“Rappler CEO Maria Ressa is the first Filipino to receive the Nobel Peace Prize and, along with Russian Dmitry Muratov, is the first working journalist to win this award since the 1930s” says Rambo Talabong of Rappler itself. I journalist sense that Maria Ressa has made millions of Filipinos proud.
Mr Talabong says, “Ressa, 58, received the prize along with Russian journalist Dmitry Muratov, 60, Editor In Chief of the independent newspaper Novaya Gazeta.
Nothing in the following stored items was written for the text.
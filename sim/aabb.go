package sim

import (
	"math"

	"gonum.org/v1/gonum/spatial/r3"

	"forereach/zones"
)

// aabb is an axis-aligned box occluder.
type aabb struct{ lo, hi r3.Vec }

func (b *aabb) Kind() string { return "box" }
func (b *aabb) Contains(p r3.Vec) bool {
	return p.X >= b.lo.X && p.X <= b.hi.X && p.Y >= b.lo.Y && p.Y <= b.hi.Y && p.Z >= b.lo.Z && p.Z <= b.hi.Z
}
func (b *aabb) Closest(p r3.Vec) r3.Vec {
	c := r3.Vec{X: clamp(p.X, b.lo.X, b.hi.X), Y: clamp(p.Y, b.lo.Y, b.hi.Y), Z: clamp(p.Z, b.lo.Z, b.hi.Z)}
	if c != p {
		return c
	}
	// inside: the nearest face
	best, c := math.Inf(1), p
	for _, f := range [...]struct {
		d float64
		q r3.Vec
	}{
		{p.X - b.lo.X, r3.Vec{X: b.lo.X, Y: p.Y, Z: p.Z}}, {b.hi.X - p.X, r3.Vec{X: b.hi.X, Y: p.Y, Z: p.Z}},
		{p.Y - b.lo.Y, r3.Vec{X: p.X, Y: b.lo.Y, Z: p.Z}}, {b.hi.Y - p.Y, r3.Vec{X: p.X, Y: b.hi.Y, Z: p.Z}},
		{p.Z - b.lo.Z, r3.Vec{X: p.X, Y: p.Y, Z: b.lo.Z}}, {b.hi.Z - p.Z, r3.Vec{X: p.X, Y: p.Y, Z: b.hi.Z}},
	} {
		if f.d < best {
			best, c = f.d, f.q
		}
	}
	return c
}
func (b *aabb) SignedDistance(p r3.Vec) float64 {
	d := r3.Vec{X: math.Max(b.lo.X-p.X, p.X-b.hi.X), Y: math.Max(b.lo.Y-p.Y, p.Y-b.hi.Y), Z: math.Max(b.lo.Z-p.Z, p.Z-b.hi.Z)}
	out := r3.Vec{X: math.Max(d.X, 0), Y: math.Max(d.Y, 0), Z: math.Max(d.Z, 0)}
	return r3.Norm(out) + math.Min(math.Max(d.X, math.Max(d.Y, d.Z)), 0)
}
func (b *aabb) Bounds() zones.AABB { return zones.AABB{Min: b.lo, Max: b.hi} }
func (b *aabb) Volume() float64 {
	return (b.hi.X - b.lo.X) * (b.hi.Y - b.lo.Y) * (b.hi.Z - b.lo.Z)
}

func clamp(x, lo, hi float64) float64 { return math.Max(lo, math.Min(hi, x)) }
Both of them lead critical newsrooms in countries where journalists are persecuted and governments enable disinformation.”
Muratov told the Nobel Committee during the awarding (from the full text of his speech, shared on Facebook):
The world has fallen out of love for democracy…
The world has become disappointed with the power elite.
The world has begun to turn to dictatorship.
We’ve got an illusion that progress can be achieved through technology and violence, not through human rights and freedoms…
He also said:
We are journalists, and our mission is clear – to distinguish between facts and fiction.
We are the prerequisite for progress.
We are the antidote against tyranny.
On her part, Maria Ressa said:
I stand before you, a representative of every journalist around the world who is forced to sacrifice so much to hold the line, to stay true to our values and mission: to bring you the truth and hold power to account.
Here is a news item from VoA (Reuters, 13 August 2021, “Philippine Court Tosses Libel Case Against Journalist Maria Ressa[1]”):
A Philippine court has dismissed a libel case against Maria Ressa, one of several lawsuits filed against the journalist who says she has been targeted because of her news site's critical reports on President Rodrigo Duterte.
Note: “One of several (libel) lawsuits filed against the journalist” – the Nobel Peace Prize co-won by those Filipino and Russian journalists is by way of “paying tribute this year to the world’s persecuted journalists.”
I say that persecution is a reflex action against those journalists’ emphasis on reporting – among The Good, The Bad and The Ugly, their journalism fancies The Bad and/or The Ugly!
In his acceptance speech, Muratov paid tribute to journalists who had given their lives for the profession, also saying, “I want journalists to die old.” I ask: How can they die old daring to attract persecution, court death?
The message I wish to send to Maria Ressa, 1st Filipino Nobel Peace Prize winner, is the very same message that comes from the T-shirt she holds up with printed double-text (see above image), as it reads in orange-white print: “BELIEVE THERE IS GOOD IN THE WORLD” as well as reads in orange print: “BE THE GOOD.”
Maria Ressa says, “We need information ecosystems that live and die by facts.” I ask Dmitri Muratov, how can journalists die old if they expose themselves to unnecessary danger when young, going after facts that make people look bad and/or ugly?